▶ What you are asked to do
From the first line to the last, reproduce the data exactly.

(Stored data entries)
------------------------------------------------

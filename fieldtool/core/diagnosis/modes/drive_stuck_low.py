"""The square drive held low (both clocks of a Dickson pump).

Only a square-driven board can have it; an AC-fed ladder's drive goes missing instead.
"""

from __future__ import annotations

from fieldtool.core.diagnosis.modes.base import DriveStuckMode


class DriveStuckLow(DriveStuckMode):
    """The square drive held at its low level."""

    name = "stuck-low"
    words = "drive stuck low"
    held = "low"
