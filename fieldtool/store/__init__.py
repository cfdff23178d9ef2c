"""The shared fleet store: board histories of many laptops in one PostgreSQL database.

The laptop's JSON Lines files stay the offline source of truth; the store is where they are
pushed to and pulled from, and where the fleet view and the diagnosis priors can come from.
Layer: beside ``meters``; imports ``fieldtool.core`` only, and psycopg only when connecting.

- ``config``: where the store is (``--store``, ``$FIELDTOOL_STORE``), passwords kept out.
- ``connect``: psycopg connections, its errors turned into ``errors.StoreError``.
- ``schema``: tables, migrations, the technician role's SQL; ``summaries``: what the server
  keeps up to date on every insert for the fleet view.
- ``columns``: a history line as a row.
- ``push``, ``read`` (history, pull), ``fleet`` (the fleet view), ``priors`` (confirmed
  failures for the priors, falling back to the files).
"""

from fieldtool.store.config import ENV_VAR, StoreAddress, redact, resolve_store
from fieldtool.store.errors import (
    StoreError,
    StoreSchemaError,
    StoreSettingsError,
    StoreUnavailable,
)

__all__ = [
    "ENV_VAR",
    "StoreAddress",
    "StoreError",
    "StoreSchemaError",
    "StoreSettingsError",
    "StoreUnavailable",
    "redact",
    "resolve_store",
]
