"""A diode with a raised forward drop.

Forward drop raised, as extra series resistance; grid 0.5×, 5× and 50× one capacitor's
switching impedance 1/(f·C).
"""

from __future__ import annotations

from fieldtool.core.circuit.netlist import Circuit, Params
from fieldtool.core.circuit.spec import Profile
from fieldtool.core.diagnosis.modes.base import (
    FaultMode,
    diode_index,
    switching_ohms,
)


class DiodeWeak(FaultMode):
    """A diode with a raised forward drop."""

    name = "weak"
    applies_to = "diode"
    unit = "ohms"
    words = "weak (high forward drop)"

    def grid(self, profile: Profile) -> tuple[float, ...]:
        """0.5×, 5× and 50× the switching impedance 1/(f·C)."""
        return tuple(switching_ohms(profile) * k for k in (0.5, 5.0, 50.0))

    def apply(
        self,
        circuit: Circuit,
        params: Params,
        target: str,
        severity: float | None,
        profile: Profile,
    ) -> None:
        """``severity`` ohms more in series with the diode."""
        params.d_rs[:, diode_index(circuit, target)] += severity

------------------------------------------------

▶ Solution for this exercise
filename fieldtool/core/diagnosis/modes/drive_stuck_low.py
"""The square drive held low (both clocks of a Dickson pump).

Only a square-driven board can have it; an AC-fed ladder's drive goes missing instead.
"""

from __future__ import annotations

from fieldtool.core.diagnosis.modes.base import DriveStuckMode


class DriveStuckLow(DriveStuckMode):
    """The square drive held at its low level."""

    name = "stuck-low"
    words = "drive stuck low"
    held = "low"
filename fieldtool/store/__init__.py
repository cfdff23178d9ef2c
"""The shared fleet store: board histories of many laptops in one PostgreSQL database.

The laptop's JSON Lines files stay the offline source of truth; the store is where they are
pushed to and pulled from, and where the fleet view and the diagnosis priors can come from.
Layer: beside ``meters``; imports ``fieldtool.core`` only, and psycopg only when connecting.

- ``config``: where the store is (``--store``, ``$FIELDTOOL_STORE``), passwords kept out.
- ``connect``: psycopg connections, its errors turned into ``errors.StoreError``.
- ``schema``: tables, migrations, the technician role's SQL; ``summaries``: what the server
  keeps up to date on every insert for the fleet view.
- ``columns``: a history line as a row.
- ``push``, ``read`` (history, pull), ``fleet`` (the fleet view), ``priors`` (confirmed
  failures for the priors, falling back to the files).
"""

from fieldtool.store.config import ENV_VAR, StoreAddress, redact, resolve_store
from fieldtool.store.errors import (
    StoreError,
    StoreSchemaError,
    StoreSettingsError,
    StoreUnavailable,
)

__all__ = [
    "ENV_VAR",
    "StoreAddress",
    "StoreError",
    "StoreSchemaError",
    "StoreSettingsError",
    "StoreUnavailable",
    "redact",
    "resolve_store",
]
"""A diode with a raised forward drop.

Forward drop raised, as extra series resistance; grid 0.5×, 5× and 50× one capacitor's
switching impedance 1/(f·C).
"""

from __future__ import annotations

from fieldtool.core.circuit.netlist import Circuit, Params
from fieldtool.core.circuit.spec import Profile
from fieldtool.core.diagnosis.modes.base import (
    FaultMode,
    diode_index,
    switching_ohms,
)


class DiodeWeak(FaultMode):
    """A diode with a raised forward drop."""

    name = "weak"
    applies_to = "diode"
    unit = "ohms"
    words = "weak (high forward drop)"

    def grid(self, profile: Profile) -> tuple[float, ...]:
        """0.5×, 5× and 50× the switching impedance 1/(f·C)."""
        return tuple(switching_ohms(profile) * k for k in (0.5, 5.0, 50.0))

    def apply(
        self,
        circuit: Circuit,
        params: Params,
        target: str,
        severity: float | None,
        profile: Profile,
    ) -> None:
        """``severity`` ohms more in series with the diode."""
        params.d_rs[:, diode_index(circuit, target)] += severity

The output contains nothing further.